Tracey West is founder of International Downshifting Week and author of The Book of Rubbish Ideas and the Diary of Divorce: for Women and Men. She chatted with Life Is Short Magazine about how to found a week, getting published, getting through divorce and lots more.

(Listen to the full interview here)

Tracey started her writing career as a columnist writing about downshifting and living an environmentally friendly lifestyle. “I started Downshifting Week, as I wanted to simplify the process of simplifying your life. To take the rose-coloured spectacles off what the media were portraying it as. I wanted to take the freaky out of eco.’”

From this, The Book of Rubbish Ideas came about and became a sell-out success.

However, life has thrown Tracey a few lemons including a painful divorce. But instead of letting bitterness seep in, Tracey has used humour and writing to make lemonade from her life lemons (so to speak!).

“Writing was my predominate coping mechanism. It was wonderful. My fingers would just itch to get a big long story out of my head. When it was done I could go asleep; it was great and it turned into a book and I realised if it’s helping me it will help someone else.”

“Writing can lift you out of the darkness. Buy yourself a notebook and keep it for the purpose of spilling out the rubbish from your head. That way you can close the book and stick it out of sight, but you know it’s there when you need it. It’s a very powerful and useful thing to do.”

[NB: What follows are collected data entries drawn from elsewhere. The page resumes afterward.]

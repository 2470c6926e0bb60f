"""Report rows: per evolver and task, the measured figures beside the published ones.

How rows are written (text, Markdown, JSON, ...) is the job of :mod:`.renderers`.

Rows group runs by evolver (name and configuration), task and task settings. Published
figures (from ``reference/``) are shown next to the measured value of the same metric,
with the ratio measured/published, the figure's source and provenance, and whether the
figure is comparable: measured under the same protocol settings (start angle, population
size, ...). Figures recalled from memory are marked as such and are information only.

Where the paper gives what a test needs, a comparable figure also gets a two-sided p-value
for "the measured and the published runs have the same mean (or success rate)": Welch's
t-test for a mean the paper reports with its standard deviation, run count and failures
(the mean is over solved runs on both sides), Fisher's exact test for failures and success
rates the paper reports with its run count. A small p says the difference is unlikely to be
chance; a large p says only that these runs cannot tell the two apart.
"""

from __future__ import annotations

import json
from collections.abc import Iterable, Mapping, Sequence
from dataclasses import asdict, dataclass, field
from typing import Any

from neuroyard.records.runs import FAILED, RunRecord
from neuroyard.reference.published import figures_for
from neuroyard.reports.stats import (
    GroupSummary,
    fisher_p_value,
    summarize,
    welch_not_run,
    welch_p_value,
)
from neuroyard.tasks import Metric, declared_metrics

# Metrics that describe the experiment (sample size, population) rather than its outcome:
# shown side by side, never as a ratio.
_SAMPLE_METRICS = ("runs", "population")


@dataclass(frozen=True)
class Comparison:
    """One published value beside the measured value of the same metric."""

    method: str
    metric: str
    published: float
    measured: float | None
    ratio: float | None
    source: str
    provenance: str
    from_memory: bool
    comparable: bool
    mismatches: tuple[str, ...]
    p_value: float | None = None
    test: str = ""


@dataclass(frozen=True)
class ReportRow:
    evolver: str
    config_hash: str
    task: str
    task_settings: dict[str, Any]
    evolver_settings: dict[str, Any]
    summary: GroupSummary
    comparisons: tuple[Comparison, ...] = field(default=())
    # The options given for these runs (``--config`` / ``--param``); every other evolver
    # setting is the evolver's own default.
    evolver_config: dict[str, Any] = field(default_factory=dict)
    # (run index, generations, reason) of every failed run: one that broke, not one that
    # spent its budget unsolved.
    failures: tuple[tuple[int, int, str], ...] = ()
    # the task's declared metrics; their means are in ``summary.metrics``
    metrics: tuple[Metric, ...] = ()
    # the group's run records (with their generation logs when they were read with them),
    # for renderers that draw the runs; not part of ``to_json()``
    records: tuple[RunRecord, ...] = field(default=(), repr=False, compare=False)

    def to_json(self) -> dict[str, Any]:
        s = self.summary
        row: dict[str, Any] = {
            "evolver": self.evolver,
            "config_hash": self.config_hash,
            "task": self.task,
            "task_settings": self.task_settings,
            "evolver_settings": self.evolver_settings,
            "evolver_config": self.evolver_config,
        }
        row.update({k: v for k, v in s.figures().items() if k != "success_ci"})
        row["metrics"] = [{**asdict(m), "mean": s.metrics.get(m.name)} for m in self.metrics]
        row["success_ci_low"], row["success_ci_high"] = s.success_ci
        row["published"] = [asdict(c) for c in self.comparisons]
        row["failures"] = [
            {"run_index": i, "generations": g, "reason": reason} for i, g, reason in self.failures
        ]
        return row


def _measured(metric: str, s: GroupSummary, settings: dict[str, Any]) -> float | None:
    """The measured value of a published figure's ``metric``: a summary field, or
    ``mean_<name>`` of a metric the task declares."""
    if metric == "failures":
        return float(s.runs - s.solved)
    if metric == "population":
        value = settings.get("population_size")
        return float(value) if isinstance(value, int | float) else None
    task_metric = metric.removeprefix("mean_")
    value = s.metrics[task_metric] if task_metric in s.metrics else getattr(s, metric, None)
    return float(value) if isinstance(value, int | float) else None


def _test(metric: str, published: Mapping[str, float], s: GroupSummary) -> tuple[float | None, str]:
    """(p-value, test name) of measured against published for one metric; (None, "") when
    the paper does not give what the test needs."""
    runs = published.get("runs")
    if runs is None:
        return None, ""
    if metric in ("failures", "success_rate"):
        solved = runs - published["failures"] if metric == "failures" else published[metric] * runs
        return fisher_p_value(s.solved, s.runs, round(solved), int(runs)), "Fisher exact"
    sd_key = "sd_" + metric.removeprefix("mean_")
    if not metric.startswith("mean_") or sd_key not in published or "failures" not in published:
        return None, ""
    mean, sd = getattr(s, metric, None), getattr(s, sd_key, None)
    if mean is None:
        return None, ""
    solved_published = int(runs - published["failures"])
    # the means and their spreads are over solved runs, on both sides (no spread, None,
    # where fewer than 2 runs solved: the reason says so before the spread is looked at)
    reason = welch_not_run(sd or 0.0, s.solved, published[sd_key], solved_published, "solved runs")
    if reason:
        return None, reason
    p = welch_p_value(mean, sd, s.solved, published[metric], published[sd_key], solved_published)
    return p, "Welch t"


def _comparisons(records: Sequence[RunRecord], s: GroupSummary) -> tuple[Comparison, ...]:
    first = records[0]
    out = []
    for fig in figures_for(first.task):
        if fig.compare_with != first.evolver or fig.other_method(
            first.task_settings, first.evolver_settings or first.config
        ):
            continue
        mismatches = tuple(
            fig.mismatches(
                first.task_settings,
                first.evolver_settings or first.config,
                {"budget": first.budget},
            )
        )
        for metric, published in fig.values.items():
            measured = _measured(metric, s, first.evolver_settings)
            ratio = (
                measured / published
                if measured is not None and published and metric not in _SAMPLE_METRICS
                else None
            )
            p_value, test = _test(metric, fig.values, s) if not mismatches else (None, "")
            out.append(
                Comparison(
                    method=fig.method,
                    metric=metric,
                    published=published,
                    measured=measured,
                    ratio=ratio,
                    source=fig.source,
                    provenance=fig.provenance,
                    from_memory=fig.from_memory,
                    comparable=not mismatches,
                    mismatches=mismatches,
                    p_value=p_value,
                    test=test,
                )
            )
    return tuple(out)


def summary_of(records: Sequence[RunRecord]) -> GroupSummary:
    """The summary of one group of runs of one task, with the metrics the task declares."""
    first = records[0]
    metrics = declared_metrics(first.task, first.task_settings)
    return summarize(records, [m.name for m in metrics])


def build(records: Iterable[RunRecord]) -> list[ReportRow]:
    """Group records by evolver configuration, task, task settings and budget, and
    summarise each group (stable order: evolver, task)."""
    groups: dict[tuple[str, str, str, str, int], list[RunRecord]] = {}
    for r in records:
        key = (r.evolver, r.config_hash, r.task, json.dumps(r.task_settings, sort_keys=True),
               r.budget)  # fmt: skip
        groups.setdefault(key, []).append(r)
    rows = []
    for (evolver, config_hash, task, _, _), group in sorted(groups.items()):
        metrics = declared_metrics(task, group[0].task_settings)
        summary = summary_of(group)
        rows.append(
            ReportRow(
                evolver,
                config_hash,
                task,
                group[0].task_settings,
                group[0].evolver_settings or group[0].config,
                summary,
                _comparisons(group, summary),
                dict(group[0].config),
                tuple(
                    (r.run_index, r.generations, r.failure or "")
                    for r in group
                    if r.status == FAILED
                ),
                metrics,
                tuple(group),
            )
        )
    return rows


def export_record(record: RunRecord) -> dict[str, Any]:
    """A run record as one JSON object for export: every field, plus ``metrics``, the
    values of the task's declared metrics from the record's success test."""
    names = [m.name for m in declared_metrics(record.task, record.task_settings)]
    details = record.success_details
    return {**record.to_dict(), "metrics": {n: details[n] for n in names if n in details}}
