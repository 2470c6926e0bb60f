"""A campaign: evolvers x tasks x run indices, executed run by run into a results store.

Runs whose key is already in the store are skipped, so an interrupted campaign resumes
where it stopped. Runs execute in this process (``workers=1``) or in a local process pool;
either way only this process writes to the store, one transaction per finished run.
"""

from __future__ import annotations

import hashlib
import json
from collections.abc import Callable, Sequence
from concurrent.futures import ProcessPoolExecutor, as_completed
from dataclasses import dataclass, field
from typing import Any

from tqdm import tqdm

from .evolver import EvolverSpec
from .runner import RunRecord, RunSpec, run_one
from .store import ResultStore


@dataclass(frozen=True)
class TaskChoice:
    """A task id with the settings it runs under (defaults for settings not given)."""

    id: str
    settings: dict[str, Any] = field(default_factory=dict)


@dataclass(frozen=True)
class CampaignPlan:
    """What to run: every evolver on every task, ``runs`` times, from one campaign ``seed``."""

    evolvers: Sequence[EvolverSpec]
    tasks: Sequence[TaskChoice]
    runs: int
    seed: int
    budget: int | None = None

    def expand(self) -> list[RunSpec]:
        return [
            RunSpec(evolver, task.id, index, self.seed, self.budget, dict(task.settings))
            for evolver in self.evolvers
            for task in self.tasks
            for index in range(self.runs)
        ]

    def describe(self) -> dict[str, Any]:
        return {
            "evolvers": [{"name": e.name, "config": dict(e.config)} for e in self.evolvers],
            "tasks": [{"id": t.id, "settings": t.settings} for t in self.tasks],
            "runs": self.runs,
            "seed": self.seed,
            "budget": self.budget,
        }

    @property
    def plan_hash(self) -> str:
        text = json.dumps(self.describe(), sort_keys=True, default=str)
        return hashlib.sha256(text.encode()).hexdigest()[:16]


def execute(
    plan: CampaignPlan,
    store: ResultStore,
    workers: int = 1,
    progress: bool = True,
    on_record: Callable[[RunRecord], None] | None = None,
) -> tuple[int, int]:
    """Run every run of ``plan`` not yet in ``store``; return (runs done now, runs skipped)."""
    campaign_id = store.campaign(plan.seed, plan.describe(), plan.plan_hash)
    done = store.finished_keys()
    pending = [spec for spec in plan.expand() if spec.key not in done]
    skipped = len(plan.expand()) - len(pending)
    bar = tqdm(total=len(pending), unit="run", delay=3.0, disable=not progress or not pending)

    def finish(spec: RunSpec, record: RunRecord) -> None:
        store.save(spec.key, campaign_id, record)
        bar.update(1)
        if on_record is not None:
            on_record(record)

    try:
        if workers <= 1 or len(pending) <= 1:
            for spec in pending:
                finish(spec, run_one(spec))
        else:
            with ProcessPoolExecutor(max_workers=workers) as pool:
                futures = {pool.submit(run_one, spec): spec for spec in pending}
                for future in as_completed(futures):
                    finish(futures[future], future.result())
    finally:
        bar.close()
    return len(pending), skipped
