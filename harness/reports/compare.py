"""Is B better than A? Two groups of runs side by side, per task, on the same run seeds.

A side is the runs of one evolver configuration (from one store or two). Per task (and task
settings) both sides have run, only the run seeds both have are used (the same campaign
seed and run index: every evolver met the same task instances there). For each task the
comparison tests (:mod:`.significance`):

* success rate: Fisher's exact test;
* evaluations to solve: Mann-Whitney U with A12, unsolved runs censored at the budget and
  ranked worst;
* connections of the solutions (network size): Mann-Whitney U with A12, solved runs only;
* every metric the task declares (e.g. generalization): Mann-Whitney U over solved runs.

All p-values of one comparison are adjusted together with Holm's correction. Each row gets
a verdict in words, and the runs per side a test would need to detect the observed effect
at 80% power. A12 is the chance that a run of A has the larger value (ties count half): for
a figure where lower is better, above 0.5 favours B.
"""

from __future__ import annotations

import json
from collections.abc import Iterable, Sequence
from dataclasses import asdict, dataclass, field
from typing import Any

from neuroyard.core.defaults import COMPARE_ALPHA, COMPARE_POWER
from neuroyard.core.errors import NeuroyardError
from neuroyard.core.numbers import number, value_text
from neuroyard.records.runs import RunRecord
from neuroyard.reports.labels import configuration_label, task_labels
from neuroyard.reports.significance import (
    TestResult,
    censored_evaluations,
    fisher_test,
    holm,
    mann_whitney,
    runs_needed_mann_whitney,
    runs_needed_proportions,
)
from neuroyard.reports.stats import quartiles
from neuroyard.tasks import declared_metrics

ALPHA = COMPARE_ALPHA
POWER = COMPARE_POWER


@dataclass(frozen=True)
class MetricRow:
    """One figure of one task, A against B, with its test and verdict."""

    task: str
    metric: str
    better: str  # "higher" or "lower"
    a: str  # the figure of A: "18/20 (90%)", or the median [interquartile range] "4,500 [3,000-6,150]"
    b: str
    result: TestResult
    p_holm: float | None
    runs_needed: int | None
    verdict: str


@dataclass(frozen=True)
class TaskComparison:
    """The rows of one task; ``label`` = the task as reports name it (:mod:`.labels`),
    ``runs`` = runs compared per side (the run seeds both share, or all runs when they
    share none), ``notes`` what else a reader must know (runs left out, independent
    samples, budgets)."""

    task: str
    label: str
    task_settings: dict[str, Any]
    runs: int
    rows: tuple[MetricRow, ...]
    notes: tuple[str, ...] = ()
    # the runs compared, for plots; not part of the JSON
    a_runs: tuple[RunRecord, ...] = field(default=(), repr=False)
    b_runs: tuple[RunRecord, ...] = field(default=(), repr=False)


@dataclass(frozen=True)
class Comparison:
    """A whole comparison (what :func:`neuroyard.compare` returns and ``neuroyard compare``
    prints): side labels, level, and per task its rows (:class:`TaskComparison`, each
    :class:`MetricRow` with its test, Holm-adjusted p-value and verdict).

    Args:
        a: side A's label (evolver, configuration hash, store).
        b: side B's label.
        alpha: the significance level after Holm's correction.
        tasks: per task (and settings) both sides ran, its rows.
        notes: what else a reader must know (tasks only one side ran).

    Example:
        >>> import neuroyard
        >>> empty = neuroyard.Comparison("neat [1a2b3c]", "neat [4d5e6f]", 0.05, ())
        >>> empty.to_json()["alpha"]
        0.05
    """

    a: str
    b: str
    alpha: float
    tasks: tuple[TaskComparison, ...]
    notes: tuple[str, ...] = field(default=())

    def to_json(self) -> dict[str, Any]:
        doc = asdict(self)
        for task in doc["tasks"]:
            del task["a_runs"], task["b_runs"]
            for row in task["rows"]:
                row["test"] = row.pop("result")
        return doc


@dataclass
class _Pending:
    """A row before Holm's correction is known."""

    task: str
    metric: str
    better: str
    a: str
    b: str
    result: TestResult
    needed: int | None
    describe: Any  # (p_holm) -> verdict


def compare(
    a_label: str,
    a_records: Iterable[RunRecord],
    b_label: str,
    b_records: Iterable[RunRecord],
    alpha: float = ALPHA,
) -> Comparison:
    """Compare the runs of side A with those of side B (see the module docstring)."""
    groups_a, groups_b = _by_task(a_records), _by_task(b_records)
    keys = sorted(set(groups_a) | set(groups_b))
    label = dict(zip(keys, task_labels([(t, json.loads(s)) for t, s in keys]), strict=True))
    notes = []
    for key in sorted(set(groups_a) ^ set(groups_b)):
        side = "A" if key in groups_a else "B"
        notes.append(
            f"{label[key]} ({_settings_text(key[1])}) has runs on side {side} only: left out"
        )
    pending = []
    for key in sorted(set(groups_a) & set(groups_b)):
        task, settings_text = key
        runs_a, runs_b, task_notes = _paired(groups_a[key], groups_b[key])
        rows = _task_rows(task, runs_a, runs_b) if runs_a else []
        pending.append((task, settings_text, runs_a, runs_b, task_notes, rows))
    flat = [row for *_, rows in pending for row in rows]
    adjusted = iter(holm([row.result.p_value for row in flat]))
    tasks = []
    for task, settings_text, runs_a, runs_b, task_notes, rows in pending:
        done = []
        for row in rows:
            p = next(adjusted)
            done.append(MetricRow(row.task, row.metric, row.better, row.a, row.b, row.result,
                                  p, row.needed, row.describe(p, alpha)))  # fmt: skip
        tasks.append(TaskComparison(task, label[task, settings_text], json.loads(settings_text),
                                    len(runs_a), tuple(done), tuple(task_notes), tuple(runs_a),
                                    tuple(runs_b)))  # fmt: skip
    return Comparison(a_label, b_label, alpha, tuple(tasks), tuple(notes))


def _by_task(records: Iterable[RunRecord]) -> dict[tuple[str, str], list[RunRecord]]:
    out: dict[tuple[str, str], list[RunRecord]] = {}
    for r in records:
        out.setdefault((r.task, json.dumps(r.task_settings, sort_keys=True)), []).append(r)
    return out


def _settings_text(settings_json: str) -> str:
    settings = json.loads(settings_json)
    return ", ".join(f"{k}={value_text(v)}" for k, v in sorted(settings.items())) or "no settings"


def _paired(
    a: Sequence[RunRecord], b: Sequence[RunRecord]
) -> tuple[list[RunRecord], list[RunRecord], list[str]]:
    """The runs of both sides on the run seeds both have, in the same order, and notes.
    Sides with no run seed in common (campaigns under different seeds) are compared as
    independent samples, all runs of each, and a note says so."""
    seeds_a = {(r.campaign_seed, r.run_index): r for r in a}
    seeds_b = {(r.campaign_seed, r.run_index): r for r in b}
    common = sorted(set(seeds_a) & set(seeds_b))
    notes = []
    if common:
        left_out = len(seeds_a) + len(seeds_b) - 2 * len(common)
        if left_out:
            notes.append(f"{left_out} runs without a counterpart on the other side left out")
        runs_a = [seeds_a[s] for s in common]
        runs_b = [seeds_b[s] for s in common]
    else:
        notes.append(
            "no run seed in common (other campaign seeds): all runs compared as "
            f"independent samples, {len(a)} and {len(b)}"
        )
        runs_a, runs_b = list(a), list(b)
    budgets = {r.budget for r in runs_a + runs_b}
    if len(budgets) > 1:
        notes.append(
            "budgets differ (" + ", ".join(f"{x:,}" for x in sorted(budgets)) + "): unsolved "
            "runs are censored at the largest"
        )
    return runs_a, runs_b, notes


def _task_rows(task: str, a: list[RunRecord], b: list[RunRecord]) -> list[_Pending]:
    budget = max(r.budget for r in a + b)
    rows = [_success_row(task, a, b), _evaluations_row(task, a, b, budget)]
    rows.append(
        _solved_figure_row(
            task,
            "connections of solutions",
            "lower",
            "has smaller solutions",
            a,
            b,
            lambda r: r.connections,
        )  # fmt: skip
    )
    for metric in declared_metrics(task, a[0].task_settings):
        rows.append(
            _solved_figure_row(
                task,
                metric.name,
                metric.better,
                f"has the {metric.better} {metric.name}",
                a,
                b,
                lambda r, m=metric.name: r.success_details.get(m),
            )  # fmt: skip
        )
    return rows


def _success_row(task: str, a: list[RunRecord], b: list[RunRecord]) -> _Pending:
    wins_a, wins_b = sum(r.solved for r in a), sum(r.solved for r in b)
    result = fisher_test(wins_a, len(a), wins_b, len(b))
    needed = runs_needed_proportions(wins_a / len(a), wins_b / len(b), power=POWER)

    def describe(p: float | None, alpha: float) -> str:
        if p is not None and p < alpha:
            who = "B" if wins_b > wins_a else "A"
            return f"{who} solves more often: p {_p(p)} after Holm"
        return _no_difference(result, len(a), len(b))

    return _Pending(task, "success rate", "higher", _rate(wins_a, len(a)),
                    _rate(wins_b, len(b)), result, needed, describe)  # fmt: skip


def _evaluations_row(task: str, a: list[RunRecord], b: list[RunRecord], budget: int) -> _Pending:
    values_a = censored_evaluations([r.evaluations for r in a], [r.solved for r in a], budget)
    values_b = censored_evaluations([r.evaluations for r in b], [r.solved for r in b], budget)
    result = mann_whitney(values_a, values_b)
    needed = _needed(result)

    def describe(p: float | None, alpha: float) -> str:
        if p is not None and p < alpha:
            who = "B" if result.effect > 0.5 else "A"
            return f"{who} solves with fewer evaluations: A12 = {result.effect:.2f}, p {_p(p)} after Holm"
        return _no_difference(result, len(a), len(b))

    return _Pending(task, "evaluations to solve", "lower", _median_text(a, lambda r: r.evaluations),
                    _median_text(b, lambda r: r.evaluations), result, needed, describe)  # fmt: skip


def _solved_figure_row(
    task: str,
    metric: str,
    better: str,
    phrase: str,
    a: list[RunRecord],
    b: list[RunRecord],
    value: Any,
) -> _Pending:
    """A figure of the solved runs (``value`` of a record), lower or ``better`` higher;
    ``phrase`` says what the better side does ("has smaller solutions")."""
    values_a = _numbers(a, value)
    values_b = _numbers(b, value)
    result = mann_whitney(values_a, values_b, "solved runs")
    needed = _needed(result)

    def describe(p: float | None, alpha: float) -> str:
        if p is not None and p < alpha:
            a_larger = result.effect > 0.5
            who = "A" if a_larger == (better == "higher") else "B"
            return f"{who} {phrase}: A12 = {result.effect:.2f}, p {_p(p)} after Holm"
        return _no_difference(result, len(values_a), len(values_b))

    return _Pending(task, metric, better, _median_text(a, value), _median_text(b, value),
                    result, needed, describe)  # fmt: skip


def _needed(result: TestResult) -> int | None:
    """Runs per side to detect the observed A12 at :data:`POWER` (None: no effect)."""
    if result.effect is None:
        return None
    return runs_needed_mann_whitney(result.effect, power=POWER)


def _numbers(records: list[RunRecord], value: Any) -> list[float]:
    out = []
    for r in records:
        v = value(r) if r.solved else None
        if isinstance(v, int | float) and not isinstance(v, bool):
            out.append(float(v))
    return out


def _no_difference(result: TestResult, n_a: int, n_b: int) -> str:
    if not result.ran:
        return f"not tested: {result.reason}"
    size = f"n = {n_a} each" if n_a == n_b else f"n = {n_a} and {n_b}"
    return f"no detectable difference ({size})"


def _rate(wins: int, runs: int) -> str:
    return f"{wins}/{runs} ({number(wins / runs, '.0%')})"


def _median_text(records: list[RunRecord], value: Any) -> str:
    numbers = _numbers(records, value)
    q = quartiles(numbers)
    if q is None:
        return "no solved run"
    return f"{_n(q[1])} [{_n(q[0])}-{_n(q[2])}]"


def _n(x: float) -> str:
    return number(x, ",.0f" if abs(x) >= 100 or x == int(x) else ",.2f")


def _p(p: float) -> str:
    """``= 0.003`` or ``< 0.001``, to follow a "p"."""
    return f"= {number(p, '.2g')}" if p >= 0.001 else "< 0.001"


def configurations(records: Iterable[RunRecord]) -> dict[str, list[RunRecord]]:
    """Records by configuration label, ``evolver [hash6]`` (the hash of the effective
    configuration, as reports print it: :func:`.labels.configuration_label`)."""
    out: dict[str, list[RunRecord]] = {}
    for r in records:
        out.setdefault(configuration_label(r.evolver, r.config_hash), []).append(r)
    return out


def select(
    records: Iterable[RunRecord], selector: str | None, where: str
) -> tuple[str, list[RunRecord]]:
    """The runs of one configuration: ``selector`` is ``EVOLVER`` or ``EVOLVER@HASH`` (a
    prefix of the configuration hash), or None when ``where`` holds one configuration only.
    A selector that matches none or several is a :class:`NeuroyardError` listing them."""
    found = configurations(records)
    known = ", ".join(found) or "none"
    if selector is None:
        if len(found) != 1:
            raise NeuroyardError(
                f"{where} holds {len(found)} configurations ({known}): choose one with --a/--b"
            )
        (label,) = found
        return label, found[label]
    name, _, prefix = selector.partition("@")
    matches = [
        label
        for label, group in found.items()
        if group[0].evolver == name and group[0].config_hash.startswith(prefix)
    ]
    if len(matches) != 1:
        what = "no configuration matches" if not matches else f"{len(matches)} configurations match"
        hint = "" if not matches else "; add @HASH to choose one"
        raise NeuroyardError(f"{where}: {what} {selector!r} (there: {known}){hint}")
    return matches[0], found[matches[0]]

Diary of Divorce: for Women and Men is a practical therapy journal that helps you through the difficult times while offering practical support. There are practical pages where you fill out the details of your solicitor, counsellor, doctor for easy reference, then there are memory pages where you recall the good times and the bad and then there are the humorous pages such as ‘Draw your ex naked and then add spots and boils to all the places you would like them to erupt!’

“I wish that the book that I’ve written was available during my divorce. The author is the person who buys it. It’s your private journal, your private thoughts,” explains Tracey.

“A divorce is only ever two people wide; it’s that unity coming to an end. Your story is private and individual to you; it’s private, it’s your story. This book is about you coming out of the darkness and finding humour as well.”

“We can go through our lives as either a survivor or as a victim. We all struggle with stuff and you have to reach out to other sources and get yourself back on track and then find the chink of light in it and use it to help other people. It is about spinning your perception of whatever has happened to you on its head and saying, ‘You know what, I’m not going to let it beat me’.”

During her interview (Click to listen now) Tracey gives lots of solid advice to self-help book authors:

“There are millions of books on Amazon. Ultimately, it is down to you the author to make a noise about it otherwise it will just join the queue of millions of other books, so you do have to  put yourself out there. It’s not impossible; you need to work out your unique points of your work and then you need to bang a drum about it, create a website, put some stuff out there and let people know about it.”